### PROMPT
Only one stretch of the data is wanted: the line containing "Low, typical and high.", the line containing "thickness: float", and every line between them, copied exactly.

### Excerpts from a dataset
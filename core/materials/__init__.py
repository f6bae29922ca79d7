"""The stock table: dielectrics, conductors and processes, with their sources."""
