"""The stock table in assets, loaded once and checked."""

from __future__ import annotations

import tomllib
from dataclasses import dataclass
from functools import cache
from importlib.resources import files
from typing import TYPE_CHECKING, Any, TypeVar

from core.errors import InputError

if TYPE_CHECKING:
    from collections.abc import Mapping

_T = TypeVar("_T")


@dataclass(frozen=True)
class Dielectric:
    """A spacer material.

    Attributes
    ----------
    name : str
    eps_r, loss_tangent : tuple of float
        Low, typical and high.
    source, verified : str
        Where the values come from, and how well that was seen.
    is_board : bool
        Comes clad with copper, as a board.
    melts : bool
        Melts under a soldering iron.
    drinks_water : bool
        Changes with damp.
    """

    name: str
    eps_r: tuple[float, float, float]
    loss_tangent: tuple[float, float, float]
    source: str
    verified: str
    is_board: bool = False
    melts: bool = False
    drinks_water: bool = False


@dataclass(frozen=True)
class FoilStock:
    """A conductor: thickness in m, conductivity in S/m."""

    name: str
    thickness: float
    conductivity: float
    source: str
    verified: str


@dataclass(frozen=True)
class Process:
    """A way to make the copper, with what it can hold.

    Attributes
    ----------
    name : str
    tolerance : float
        How far an edge strays, m.
    narrowest_strip, narrowest_gap : float
        m.
    edge_margin : float
        What the ground plate needs beyond the copper, m.
    vswr, axial_ratio_db : float
        Targets that such work can hold.
    source, verified : str
    """

    name: str
    tolerance: float
    narrowest_strip: float
    narrowest_gap: float
    edge_margin: float
    vswr: float
    axial_ratio_db: float
    source: str
    verified: str


def dielectrics() -> Mapping[str, Dielectric]:
    """Spacer materials by name, in the order of the table."""
    return _tables()[0]


def foils() -> Mapping[str, FoilStock]:
    """Conductors by name, in the order of the table."""
    return _tables()[1]


def processes() -> Mapping[str, Process]:
    """Processes by name, in the order of the table."""
    return _tables()[2]


def find(table: Mapping[str, _T], name: str, what: str, field: str = "") -> _T:
    """Entry of a table by name; case, spaces, hyphens and underscores do not matter.

    Parameters
    ----------
    table : mapping of str
    name : str
        As typed.
    what : str
        What is looked for, for the message: "material", "foil", "process".
    field : str
        Dotted name of the parameter.

    Raises
    ------
    InputError
        If there is no such entry; the message lists the names.
    """
    wanted = folded(name)
    for key, entry in table.items():
        if folded(key) == wanted:
            return entry
    names = ", ".join(table)
    raise InputError(
        f"{what} {name[:40]!r} is not known; known are {names}",
        field=field,
        value=name,
        allowed=names,
    )


def folded(name: str) -> str:
    """Name without case, spaces, hyphens and underscores, for comparing what people type."""
    return "".join(letter for letter in name.casefold() if letter not in " -_")


@cache
def _tables() -> tuple[dict[str, Dielectric], dict[str, FoilStock], dict[str, Process]]:
    record = tomllib.loads(files("assets").joinpath("materials.toml").read_text("utf-8"))
    return (
        {name: _dielectric(name, row) for name, row in record["dielectric"].items()},
        {name: FoilStock(name, **row) for name, row in record["foil"].items()},
        {name: Process(name, **row) for name, row in record["process"].items()},
    )


def _dielectric(name: str, row: dict[str, Any]) -> Dielectric:
    """Entry of the table, its low, typical and high values checked for order."""
    for key in ("eps_r", "loss_tangent"):
        low, typical, high = row[key]
        if not 0.0 <= low <= typical <= high:
            raise ValueError(f"materials.toml: {name}.{key} is not low <= typical <= high")
    return Dielectric(
        name,
        tuple(row["eps_r"]),
        tuple(row["loss_tangent"]),
        row["source"],
        row["verified"],
        row.get("board", False),
        row.get("heat_warning", False),
        row.get("drinks_water", False),
    )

### SOLUTION FOR THIS EXERCISE
        Low, typical and high.
    source, verified : str
        Where the values come from, and how well that was seen.
    is_board : bool
        Comes clad with copper, as a board.
    melts : bool
        Melts under a soldering iron.
    drinks_water : bool
        Changes with damp.
    """

    name: str
    eps_r: tuple[float, float, float]
    loss_tangent: tuple[float, float, float]
    source: str
    verified: str
    is_board: bool = False
    melts: bool = False
    drinks_water: bool = False


@dataclass(frozen=True)
class FoilStock:
    """A conductor: thickness in m, conductivity in S/m."""

    name: str
    thickness: float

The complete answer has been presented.